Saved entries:

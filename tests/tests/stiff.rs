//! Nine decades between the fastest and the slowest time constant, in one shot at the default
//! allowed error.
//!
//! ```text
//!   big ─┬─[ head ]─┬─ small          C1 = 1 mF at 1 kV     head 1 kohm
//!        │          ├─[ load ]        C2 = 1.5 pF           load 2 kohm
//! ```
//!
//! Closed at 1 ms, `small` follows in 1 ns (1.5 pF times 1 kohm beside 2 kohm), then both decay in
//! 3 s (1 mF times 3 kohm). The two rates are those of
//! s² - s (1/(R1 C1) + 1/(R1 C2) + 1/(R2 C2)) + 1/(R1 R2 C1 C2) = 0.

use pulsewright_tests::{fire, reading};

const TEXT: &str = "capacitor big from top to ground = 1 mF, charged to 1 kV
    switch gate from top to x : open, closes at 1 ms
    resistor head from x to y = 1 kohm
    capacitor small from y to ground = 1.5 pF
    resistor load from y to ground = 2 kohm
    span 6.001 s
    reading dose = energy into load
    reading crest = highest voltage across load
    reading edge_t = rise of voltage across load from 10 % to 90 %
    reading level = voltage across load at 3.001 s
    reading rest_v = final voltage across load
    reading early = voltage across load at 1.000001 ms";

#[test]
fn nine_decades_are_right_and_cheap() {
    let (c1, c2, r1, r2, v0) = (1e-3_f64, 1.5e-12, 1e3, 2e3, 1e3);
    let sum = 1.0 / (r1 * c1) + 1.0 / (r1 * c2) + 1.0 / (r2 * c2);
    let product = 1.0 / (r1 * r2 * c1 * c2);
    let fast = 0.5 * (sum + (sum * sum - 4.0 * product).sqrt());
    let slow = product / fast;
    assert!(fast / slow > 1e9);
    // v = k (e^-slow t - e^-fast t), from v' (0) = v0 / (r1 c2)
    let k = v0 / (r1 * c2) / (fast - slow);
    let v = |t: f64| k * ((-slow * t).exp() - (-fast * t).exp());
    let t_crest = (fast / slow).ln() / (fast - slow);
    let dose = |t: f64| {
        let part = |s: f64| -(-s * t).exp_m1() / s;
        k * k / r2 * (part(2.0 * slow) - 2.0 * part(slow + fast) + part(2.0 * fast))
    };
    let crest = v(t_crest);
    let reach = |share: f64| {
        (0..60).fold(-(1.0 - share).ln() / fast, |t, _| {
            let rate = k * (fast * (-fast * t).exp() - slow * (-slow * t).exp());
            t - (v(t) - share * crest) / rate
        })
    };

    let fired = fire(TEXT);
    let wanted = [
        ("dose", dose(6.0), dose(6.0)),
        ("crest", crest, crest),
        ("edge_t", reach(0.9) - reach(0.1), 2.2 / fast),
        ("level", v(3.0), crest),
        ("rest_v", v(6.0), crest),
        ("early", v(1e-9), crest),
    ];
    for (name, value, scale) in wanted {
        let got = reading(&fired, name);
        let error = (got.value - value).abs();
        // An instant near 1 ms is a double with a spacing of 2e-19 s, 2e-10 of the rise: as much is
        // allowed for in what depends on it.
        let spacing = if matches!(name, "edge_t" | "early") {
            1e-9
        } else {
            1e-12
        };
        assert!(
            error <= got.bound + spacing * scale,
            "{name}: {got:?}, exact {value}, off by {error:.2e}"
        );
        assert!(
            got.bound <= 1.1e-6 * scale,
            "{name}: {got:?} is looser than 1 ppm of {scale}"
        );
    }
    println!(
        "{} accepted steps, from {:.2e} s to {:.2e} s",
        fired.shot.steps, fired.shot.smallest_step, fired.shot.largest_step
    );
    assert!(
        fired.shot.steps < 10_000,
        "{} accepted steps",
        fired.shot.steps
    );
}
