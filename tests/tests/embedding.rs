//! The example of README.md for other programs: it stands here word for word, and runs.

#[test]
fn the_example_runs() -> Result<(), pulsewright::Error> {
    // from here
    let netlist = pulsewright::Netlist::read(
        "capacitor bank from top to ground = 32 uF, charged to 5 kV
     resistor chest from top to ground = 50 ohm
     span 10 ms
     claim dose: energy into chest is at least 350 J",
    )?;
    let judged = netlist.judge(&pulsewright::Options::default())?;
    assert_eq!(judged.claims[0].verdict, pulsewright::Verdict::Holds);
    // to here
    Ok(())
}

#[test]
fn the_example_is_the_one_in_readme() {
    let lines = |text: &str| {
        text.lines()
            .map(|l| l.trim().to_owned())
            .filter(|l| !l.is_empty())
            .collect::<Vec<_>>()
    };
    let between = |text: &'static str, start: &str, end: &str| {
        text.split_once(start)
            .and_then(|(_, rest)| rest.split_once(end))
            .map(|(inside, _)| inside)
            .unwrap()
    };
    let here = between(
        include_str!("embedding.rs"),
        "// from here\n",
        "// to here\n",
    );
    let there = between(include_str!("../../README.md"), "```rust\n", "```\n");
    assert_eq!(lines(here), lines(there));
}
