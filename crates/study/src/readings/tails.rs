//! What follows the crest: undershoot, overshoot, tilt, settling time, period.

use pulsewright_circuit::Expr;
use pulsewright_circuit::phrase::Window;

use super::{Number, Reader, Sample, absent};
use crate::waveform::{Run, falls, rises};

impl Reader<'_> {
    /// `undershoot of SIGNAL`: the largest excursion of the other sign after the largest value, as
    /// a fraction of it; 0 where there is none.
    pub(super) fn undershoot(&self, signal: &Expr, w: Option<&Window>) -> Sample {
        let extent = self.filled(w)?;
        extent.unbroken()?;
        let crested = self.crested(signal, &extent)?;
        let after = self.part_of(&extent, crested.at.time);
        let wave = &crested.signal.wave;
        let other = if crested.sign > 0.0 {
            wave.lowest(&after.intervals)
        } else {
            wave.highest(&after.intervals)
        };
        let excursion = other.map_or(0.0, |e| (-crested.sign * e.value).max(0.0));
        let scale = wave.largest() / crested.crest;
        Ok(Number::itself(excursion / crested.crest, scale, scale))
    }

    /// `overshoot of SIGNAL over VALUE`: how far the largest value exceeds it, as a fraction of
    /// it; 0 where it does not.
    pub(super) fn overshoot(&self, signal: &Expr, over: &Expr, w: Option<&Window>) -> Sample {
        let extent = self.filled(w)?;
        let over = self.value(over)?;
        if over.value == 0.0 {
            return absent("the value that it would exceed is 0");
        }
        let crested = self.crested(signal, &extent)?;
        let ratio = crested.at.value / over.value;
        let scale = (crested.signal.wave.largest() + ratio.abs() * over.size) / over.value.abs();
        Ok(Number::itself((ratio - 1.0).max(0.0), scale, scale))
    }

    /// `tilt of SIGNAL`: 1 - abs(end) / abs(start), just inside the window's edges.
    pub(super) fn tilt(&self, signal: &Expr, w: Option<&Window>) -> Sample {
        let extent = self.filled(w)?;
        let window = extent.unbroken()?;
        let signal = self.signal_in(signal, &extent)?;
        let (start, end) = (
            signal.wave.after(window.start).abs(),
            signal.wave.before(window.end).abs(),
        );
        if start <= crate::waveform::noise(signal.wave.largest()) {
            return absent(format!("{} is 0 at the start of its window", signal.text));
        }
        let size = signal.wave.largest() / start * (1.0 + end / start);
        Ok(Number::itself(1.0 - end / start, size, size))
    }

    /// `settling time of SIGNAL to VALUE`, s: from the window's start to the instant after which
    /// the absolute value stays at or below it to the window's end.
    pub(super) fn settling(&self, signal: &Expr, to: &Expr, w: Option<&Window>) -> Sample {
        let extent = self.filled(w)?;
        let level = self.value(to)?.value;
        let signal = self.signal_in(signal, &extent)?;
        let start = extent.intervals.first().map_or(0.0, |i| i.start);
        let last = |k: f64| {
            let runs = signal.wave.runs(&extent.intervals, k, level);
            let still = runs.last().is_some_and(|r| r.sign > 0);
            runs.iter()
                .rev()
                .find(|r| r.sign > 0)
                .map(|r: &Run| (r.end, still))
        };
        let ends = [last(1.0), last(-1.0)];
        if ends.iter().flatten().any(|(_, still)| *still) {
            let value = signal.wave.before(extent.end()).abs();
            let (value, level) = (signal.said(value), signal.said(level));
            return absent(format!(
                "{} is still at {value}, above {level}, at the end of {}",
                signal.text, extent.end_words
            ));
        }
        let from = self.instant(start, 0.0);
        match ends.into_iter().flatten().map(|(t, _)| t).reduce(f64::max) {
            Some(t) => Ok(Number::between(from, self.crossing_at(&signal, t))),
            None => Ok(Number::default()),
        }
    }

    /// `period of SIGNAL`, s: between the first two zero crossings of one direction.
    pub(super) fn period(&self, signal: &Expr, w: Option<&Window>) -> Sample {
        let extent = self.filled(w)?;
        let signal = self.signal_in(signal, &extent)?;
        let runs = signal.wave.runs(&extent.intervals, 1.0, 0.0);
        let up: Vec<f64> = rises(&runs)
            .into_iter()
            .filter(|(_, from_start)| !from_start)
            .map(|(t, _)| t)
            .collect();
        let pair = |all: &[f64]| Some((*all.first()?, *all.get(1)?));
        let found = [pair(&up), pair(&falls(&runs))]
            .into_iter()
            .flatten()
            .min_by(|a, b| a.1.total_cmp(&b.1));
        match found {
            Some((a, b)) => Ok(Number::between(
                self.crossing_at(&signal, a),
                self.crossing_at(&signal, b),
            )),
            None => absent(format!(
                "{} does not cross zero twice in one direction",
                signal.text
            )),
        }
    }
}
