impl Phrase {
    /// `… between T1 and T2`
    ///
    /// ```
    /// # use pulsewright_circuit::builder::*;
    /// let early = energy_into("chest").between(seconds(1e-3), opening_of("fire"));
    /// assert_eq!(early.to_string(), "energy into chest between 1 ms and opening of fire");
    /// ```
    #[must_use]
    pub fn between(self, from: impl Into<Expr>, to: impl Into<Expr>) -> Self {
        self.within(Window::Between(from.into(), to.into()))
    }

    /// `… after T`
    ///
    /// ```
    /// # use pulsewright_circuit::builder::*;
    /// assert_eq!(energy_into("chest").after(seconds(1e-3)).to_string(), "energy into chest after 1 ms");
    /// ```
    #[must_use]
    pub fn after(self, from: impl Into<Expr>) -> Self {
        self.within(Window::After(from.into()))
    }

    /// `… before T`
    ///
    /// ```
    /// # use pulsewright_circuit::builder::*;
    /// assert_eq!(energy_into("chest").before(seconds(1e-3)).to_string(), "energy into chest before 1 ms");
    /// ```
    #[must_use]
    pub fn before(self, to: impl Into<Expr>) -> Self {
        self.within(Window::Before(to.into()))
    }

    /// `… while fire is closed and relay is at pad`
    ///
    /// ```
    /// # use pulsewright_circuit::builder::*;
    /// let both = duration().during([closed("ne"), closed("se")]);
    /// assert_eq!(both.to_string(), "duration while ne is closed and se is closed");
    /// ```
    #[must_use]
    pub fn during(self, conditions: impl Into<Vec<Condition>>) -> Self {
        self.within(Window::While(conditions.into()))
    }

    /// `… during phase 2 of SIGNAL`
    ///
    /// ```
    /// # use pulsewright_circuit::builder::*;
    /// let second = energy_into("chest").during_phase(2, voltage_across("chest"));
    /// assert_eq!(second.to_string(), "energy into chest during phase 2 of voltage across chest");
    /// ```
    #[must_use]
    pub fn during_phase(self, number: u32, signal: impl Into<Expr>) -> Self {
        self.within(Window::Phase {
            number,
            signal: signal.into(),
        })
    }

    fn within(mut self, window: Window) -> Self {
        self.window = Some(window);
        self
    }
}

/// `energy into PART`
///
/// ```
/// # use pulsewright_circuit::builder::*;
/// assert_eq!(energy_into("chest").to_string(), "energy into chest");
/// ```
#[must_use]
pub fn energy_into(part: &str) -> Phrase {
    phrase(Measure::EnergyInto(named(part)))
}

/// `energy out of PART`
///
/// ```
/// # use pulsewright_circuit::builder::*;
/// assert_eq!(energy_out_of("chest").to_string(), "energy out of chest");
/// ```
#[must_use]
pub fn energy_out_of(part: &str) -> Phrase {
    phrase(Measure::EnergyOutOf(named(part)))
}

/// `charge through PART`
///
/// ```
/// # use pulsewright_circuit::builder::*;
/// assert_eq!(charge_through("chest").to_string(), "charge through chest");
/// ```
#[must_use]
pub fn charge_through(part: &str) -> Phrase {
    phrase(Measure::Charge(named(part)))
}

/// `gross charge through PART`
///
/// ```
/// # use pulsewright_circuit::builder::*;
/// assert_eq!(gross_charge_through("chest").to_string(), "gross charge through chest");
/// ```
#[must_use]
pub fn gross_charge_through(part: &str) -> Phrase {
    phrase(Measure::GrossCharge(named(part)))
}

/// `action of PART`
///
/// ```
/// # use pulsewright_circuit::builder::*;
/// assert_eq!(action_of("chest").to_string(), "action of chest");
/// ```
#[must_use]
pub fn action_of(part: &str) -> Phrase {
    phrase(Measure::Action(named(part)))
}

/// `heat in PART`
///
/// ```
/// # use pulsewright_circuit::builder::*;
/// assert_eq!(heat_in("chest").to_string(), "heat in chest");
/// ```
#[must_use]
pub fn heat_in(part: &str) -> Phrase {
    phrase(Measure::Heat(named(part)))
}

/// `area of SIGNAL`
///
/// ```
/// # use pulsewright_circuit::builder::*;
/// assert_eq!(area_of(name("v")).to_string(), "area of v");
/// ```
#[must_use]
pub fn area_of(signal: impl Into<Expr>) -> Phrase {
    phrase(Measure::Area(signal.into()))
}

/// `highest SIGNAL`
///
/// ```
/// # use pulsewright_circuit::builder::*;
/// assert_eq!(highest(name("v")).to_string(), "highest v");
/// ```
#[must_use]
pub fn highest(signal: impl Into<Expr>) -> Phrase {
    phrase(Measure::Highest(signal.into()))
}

Activity >> Which lines above run from the one containing "Ok(Number::itself(1.0 - end" down to the one containing "let up: Vec<f64> = rises(&runs)"? Repeat exactly those, both ends included, and nothing else.

The answer >>
        Ok(Number::itself(1.0 - end / start, size, size))
    }

    /// `settling time of SIGNAL to VALUE`, s: from the window's start to the instant after which
    /// the absolute value stays at or below it to the window's end.
    pub(super) fn settling(&self, signal: &Expr, to: &Expr, w: Option<&Window>) -> Sample {
        let extent = self.filled(w)?;
        let level = self.value(to)?.value;
        let signal = self.signal_in(signal, &extent)?;
        let start = extent.intervals.first().map_or(0.0, |i| i.start);
        let last = |k: f64| {
            let runs = signal.wave.runs(&extent.intervals, k, level);
            let still = runs.last().is_some_and(|r| r.sign > 0);
            runs.iter()
                .rev()
                .find(|r| r.sign > 0)
                .map(|r: &Run| (r.end, still))
        };
        let ends = [last(1.0), last(-1.0)];
        if ends.iter().flatten().any(|(_, still)| *still) {
            let value = signal.wave.before(extent.end()).abs();
            let (value, level) = (signal.said(value), signal.said(level));
            return absent(format!(
                "{} is still at {value}, above {level}, at the end of {}",
                signal.text, extent.end_words
            ));
        }
        let from = self.instant(start, 0.0);
        match ends.into_iter().flatten().map(|(t, _)| t).reduce(f64::max) {
            Some(t) => Ok(Number::between(from, self.crossing_at(&signal, t))),
            None => Ok(Number::default()),
        }
    }

    /// `period of SIGNAL`, s: between the first two zero crossings of one direction.
    pub(super) fn period(&self, signal: &Expr, w: Option<&Window>) -> Sample {
        let extent = self.filled(w)?;
        let signal = self.signal_in(signal, &extent)?;
        let runs = signal.wave.runs(&extent.intervals, 1.0, 0.0);
        let up: Vec<f64> = rises(&runs)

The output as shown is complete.